▶ _WHAT TO WORK ON_: All of the data must be returned exactly as given.

************

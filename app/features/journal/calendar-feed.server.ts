/**
 * The tank's maintenance calendar as an RFC 5545 feed (ical-generator) at a secret address
 * `/calendar/:token.ics`: one event per planned task (water change, filter cleaning, timed
 * trim) in the next 90 days, from the scenario's timetable resumed at the last logged change.
 * The token is random, stored hashed and revocable, like share links.
 */
import { and, eq, isNull } from "drizzle-orm";
import ical from "ical-generator";
import type { Scenario } from "~models";
import { doneByEndOf, plannedAfterJournal, type PlanStart } from "~/features/journal/plan-resume.server";
import { getDb } from "~/db/client.server";
import { scenarios, tanks } from "~/db/schema";
import { calendarFeeds } from "~/db/schema-care";
import type { JournalEntry } from "~/features/journal/journal.server";
import { firstEntryAt, lastTaskEntries } from "~/features/journal/journal.server";
import { readStoredSettings } from "~/features/runs/simulation.server";
import { plannedSettings, planStart } from "~/features/tanks/maintenance-plan.server";
import { hashToken, randomToken } from "~/utils/crypto.server";
import { dayText } from "~/features/journal/forecast-text.server";
import { DAY_MS, startOfDay } from "~/utils/dates";
import { wallClock } from "~/utils/time-zones";
import { zoneOfUser } from "~/features/accounts/time-zone.server";

const CALENDAR_DAYS = 90;

/** A new feed address for the tank (any earlier one is revoked). Returns the raw token. */
export function makeCalendarFeed(tankId: number, scenarioId: number): string {
  const token = randomToken(24);
  getDb().transaction((tx) => {
    tx.update(calendarFeeds)
      .set({ revokedAt: new Date() })
      .where(and(eq(calendarFeeds.tankId, tankId), isNull(calendarFeeds.revokedAt)))
      .run();
    tx.insert(calendarFeeds)
      .values({ tankId, scenarioId, tokenHash: hashToken(token) })
      .run();
  });
  return token;
}

export function revokeCalendarFeed(tankId: number): boolean {
  return (
    getDb()
      .update(calendarFeeds)
      .set({ revokedAt: new Date() })
      .where(and(eq(calendarFeeds.tankId, tankId), isNull(calendarFeeds.revokedAt)))
      .run().changes > 0
  );
}

export function hasCalendarFeed(tankId: number): boolean {
  return !!getDb()
    .select({ id: calendarFeeds.id })
    .from(calendarFeeds)
    .where(and(eq(calendarFeeds.tankId, tankId), isNull(calendarFeeds.revokedAt)))
    .get();
}

/** What a kind never logged counts from, in words ("counted from the journal's first entry"). */
const START_WORDS: Record<PlanStart["from"], string> = {
  journal: "the journal's first entry",
  plan: "when the plan was first saved",
  scenario: "the scenario's start",
};

const TASK_TITLES: Record<string, string> = {
  waterChange: "Water change",
  filterCleaning: "Clean the filter",
  trim: "Trim plants",
  dose: "Dose ammonia",
};

/**
 * The planned tasks from today for `days` days: the scenario's timetable, each kind resumed at
 * its last logged entry (water change, filter cleaning, a group's trim), so marking a task done
 * moves its next occurrence on from that date. An overdue task is due today, once, and says
 * since when ("Water change (30 %) — overdue since 1 December"); `dueMs` is the day it fell due.
 * A kind never logged counts from `start` (plan-resume.server.ts), and its first one says so
 * ("Clean the filter — first one, counted from the journal's first entry (4 November)").
 */
export function upcomingTasks(
  s: Scenario,
  entries: readonly JournalEntry[],
  start: PlanStart,
  now: number,
  days = CALENDAR_DAYS,
) {
  const today = startOfDay(now);
  // Planned doses (fishless cycling) are not calendar tasks.
  const planned = plannedAfterJournal(s, entries, today, now, days, start).filter((e) => e.kind !== "dose");
  const counted = `counted from ${START_WORDS[start.from]} (${dayText(start.ms)})`;
  const tasks = planned.map((e) => {
    const group = e.kind === "trim" ? s.plants.find((g) => g.id === e.groupId) : undefined;
    const atMs = today + Math.round(e.day) * DAY_MS;
    const overdueSinceMs = e.overdueSince === undefined ? null : today + Math.floor(e.overdueSince) * DAY_MS;
    return {
      kind: e.kind,
      groupId: group?.id,
      title:
        TASK_TITLES[e.kind] +
        (e.kind === "waterChange" ? ` (${Math.round(e.fraction * 100)} %)` : "") +
        (group ? ` (${group.name})` : "") +
        (overdueSinceMs === null ? "" : ` — overdue since ${dayText(overdueSinceMs)}`) +
        (e.firstOne ? `${overdueSinceMs === null ? " — first one" : ""}, ${counted}` : ""),
      atMs,
      /** The day it fell due: `atMs`, or an earlier day when overdue. */
      dueMs: overdueSinceMs ?? atMs,
      overdue: overdueSinceMs !== null,
    };
  });
  return tasks.sort((a, b) => a.atMs - b.atMs);
}

/** The feed for a token, or null (unknown or revoked: the route answers 404). */
export function calendarFor(token: string, now = Date.now()): string | null {
  const feed = getDb()
    .select()
    .from(calendarFeeds)
    .where(and(eq(calendarFeeds.tokenHash, hashToken(token)), isNull(calendarFeeds.revokedAt)))
    .get();
  if (!feed) return null;
  const tank = getDb().select().from(tanks).where(eq(tanks.id, feed.tankId)).get();
  const row = getDb().select().from(scenarios).where(eq(scenarios.id, feed.scenarioId)).get();
  const settings = row ? readStoredSettings(row.settings) : null;
  if (!tank || !row || !settings) return null;
  const s = plannedSettings(tank.id, settings);
  const start = planStart(tank.id, row, firstEntryAt(tank.id));
  // The owner's days: "today" on their wall clock, in their time zone.
  const today = wallClock(now, zoneOfUser(tank.ownerId));
  const cal = ical({ name: `${tank.name} · Fernwater`, prodId: { company: "Fernwater", product: "tank-calendar" } });
  for (const t of upcomingTasks(s, lastTaskEntries(tank.id, doneByEndOf(today)), start, today)) {
    cal.createEvent({
      // Keyed by the day it fell due, so an overdue task stays one event that moves along with today
      // (a kind never logged falls due on a fixed day too: counted from the plan's start).
      id: `${feed.id}-${t.kind}${t.groupId ? `-${t.groupId}` : ""}-${t.dueMs}@fernwater`,
      start: new Date(t.atMs),
      allDay: true,
      summary: `${t.title} · ${tank.name}`,
      description:
        (t.overdue ? `Due since ${dayText(t.dueMs)} and not logged in the journal: shown today until it is. ` : "") +
        "Planned in Fernwater. Test your water before and after; the model is not a water test.",
    });
  }
  return cal.toString();
}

************

▶ _SOLUTION FOR THIS EXERCISE_:
filename app/features/journal/calendar-feed.server.ts
/**
 * The tank's maintenance calendar as an RFC 5545 feed (ical-generator) at a secret address
 * `/calendar/:token.ics`: one event per planned task (water change, filter cleaning, timed
 * trim) in the next 90 days, from the scenario's timetable resumed at the last logged change.
 * The token is random, stored hashed and revocable, like share links.
 */
import { and, eq, isNull } from "drizzle-orm";
import ical from "ical-generator";
import type { Scenario } from "~models";
import { doneByEndOf, plannedAfterJournal, type PlanStart } from "~/features/journal/plan-resume.server";
import { getDb } from "~/db/client.server";
import { scenarios, tanks } from "~/db/schema";
import { calendarFeeds } from "~/db/schema-care";
import type { JournalEntry } from "~/features/journal/journal.server";
import { firstEntryAt, lastTaskEntries } from "~/features/journal/journal.server";
import { readStoredSettings } from "~/features/runs/simulation.server";
import { plannedSettings, planStart } from "~/features/tanks/maintenance-plan.server";
import { hashToken, randomToken } from "~/utils/crypto.server";
import { dayText } from "~/features/journal/forecast-text.server";
import { DAY_MS, startOfDay } from "~/utils/dates";
import { wallClock } from "~/utils/time-zones";
import { zoneOfUser } from "~/features/accounts/time-zone.server";

const CALENDAR_DAYS = 90;

/** A new feed address for the tank (any earlier one is revoked). Returns the raw token. */
export function makeCalendarFeed(tankId: number, scenarioId: number): string {
  const token = randomToken(24);
  getDb().transaction((tx) => {
    tx.update(calendarFeeds)
      .set({ revokedAt: new Date() })
      .where(and(eq(calendarFeeds.tankId, tankId), isNull(calendarFeeds.revokedAt)))
      .run();
    tx.insert(calendarFeeds)
      .values({ tankId, scenarioId, tokenHash: hashToken(token) })
      .run();
  });
  return token;
}

export function revokeCalendarFeed(tankId: number): boolean {
  return (
    getDb()
      .update(calendarFeeds)
      .set({ revokedAt: new Date() })
      .where(and(eq(calendarFeeds.tankId, tankId), isNull(calendarFeeds.revokedAt)))
      .run().changes > 0
  );
}

export function hasCalendarFeed(tankId: number): boolean {
  return !!getDb()
    .select({ id: calendarFeeds.id })
    .from(calendarFeeds)
    .where(and(eq(calendarFeeds.tankId, tankId), isNull(calendarFeeds.revokedAt)))
    .get();
}

/** What a kind never logged counts from, in words ("counted from the journal's first entry"). */
const START_WORDS: Record<PlanStart["from"], string> = {
  journal: "the journal's first entry",
  plan: "when the plan was first saved",
  scenario: "the scenario's start",
};

const TASK_TITLES: Record<string, string> = {
  waterChange: "Water change",
  filterCleaning: "Clean the filter",
  trim: "Trim plants",
  dose: "Dose ammonia",
};

/**
 * The planned tasks from today for `days` days: the scenario's timetable, each kind resumed at
 * its last logged entry (water change, filter cleaning, a group's trim), so marking a task done
 * moves its next occurrence on from that date. An overdue task is due today, once, and says
 * since when ("Water change (30 %) — overdue since 1 December"); `dueMs` is the day it fell due.
 * A kind never logged counts from `start` (plan-resume.server.ts), and its first one says so
 * ("Clean the filter — first one, counted from the journal's first entry (4 November)").
 */
export function upcomingTasks(
  s: Scenario,
  entries: readonly JournalEntry[],
  start: PlanStart,
  now: number,
  days = CALENDAR_DAYS,
) {
  const today = startOfDay(now);
  // Planned doses (fishless cycling) are not calendar tasks.
  const planned = plannedAfterJournal(s, entries, today, now, days, start).filter((e) => e.kind !== "dose");
  const counted = `counted from ${START_WORDS[start.from]} (${dayText(start.ms)})`;
  const tasks = planned.map((e) => {
    const group = e.kind === "trim" ? s.plants.find((g) => g.id === e.groupId) : undefined;
    const atMs = today + Math.round(e.day) * DAY_MS;
    const overdueSinceMs = e.overdueSince === undefined ? null : today + Math.floor(e.overdueSince) * DAY_MS;
    return {
      kind: e.kind,
      groupId: group?.id,
      title:
        TASK_TITLES[e.kind] +
        (e.kind === "waterChange" ? ` (${Math.round(e.fraction * 100)} %)` : "") +
        (group ? ` (${group.name})` : "") +
        (overdueSinceMs === null ? "" : ` — overdue since ${dayText(overdueSinceMs)}`) +
        (e.firstOne ? `${overdueSinceMs === null ? " — first one" : ""}, ${counted}` : ""),
      atMs,
      /** The day it fell due: `atMs`, or an earlier day when overdue. */
      dueMs: overdueSinceMs ?? atMs,
      overdue: overdueSinceMs !== null,
    };
  });
  return tasks.sort((a, b) => a.atMs - b.atMs);
}

/** The feed for a token, or null (unknown or revoked: the route answers 404). */
export function calendarFor(token: string, now = Date.now()): string | null {
  const feed = getDb()
    .select()
    .from(calendarFeeds)
    .where(and(eq(calendarFeeds.tokenHash, hashToken(token)), isNull(calendarFeeds.revokedAt)))
    .get();
  if (!feed) return null;
  const tank = getDb().select().from(tanks).where(eq(tanks.id, feed.tankId)).get();
  const row = getDb().select().from(scenarios).where(eq(scenarios.id, feed.scenarioId)).get();
  const settings = row ? readStoredSettings(row.settings) : null;
  if (!tank || !row || !settings) return null;
  const s = plannedSettings(tank.id, settings);
  const start = planStart(tank.id, row, firstEntryAt(tank.id));
  // The owner's days: "today" on their wall clock, in their time zone.
  const today = wallClock(now, zoneOfUser(tank.ownerId));
  const cal = ical({ name: `${tank.name} · Fernwater`, prodId: { company: "Fernwater", product: "tank-calendar" } });
  for (const t of upcomingTasks(s, lastTaskEntries(tank.id, doneByEndOf(today)), start, today)) {
    cal.createEvent({
      // Keyed by the day it fell due, so an overdue task stays one event that moves along with today
      // (a kind never logged falls due on a fixed day too: counted from the plan's start).
      id: `${feed.id}-${t.kind}${t.groupId ? `-${t.groupId}` : ""}-${t.dueMs}@fernwater`,
      start: new Date(t.atMs),
      allDay: true,
      summary: `${t.title} · ${tank.name}`,
      description:
        (t.overdue ? `Due since ${dayText(t.dueMs)} and not logged in the journal: shown today until it is. ` : "") +
        "Planned in Fernwater. Test your water before and after; the model is not a water test.",
    });
  }
  return cal.toString();
}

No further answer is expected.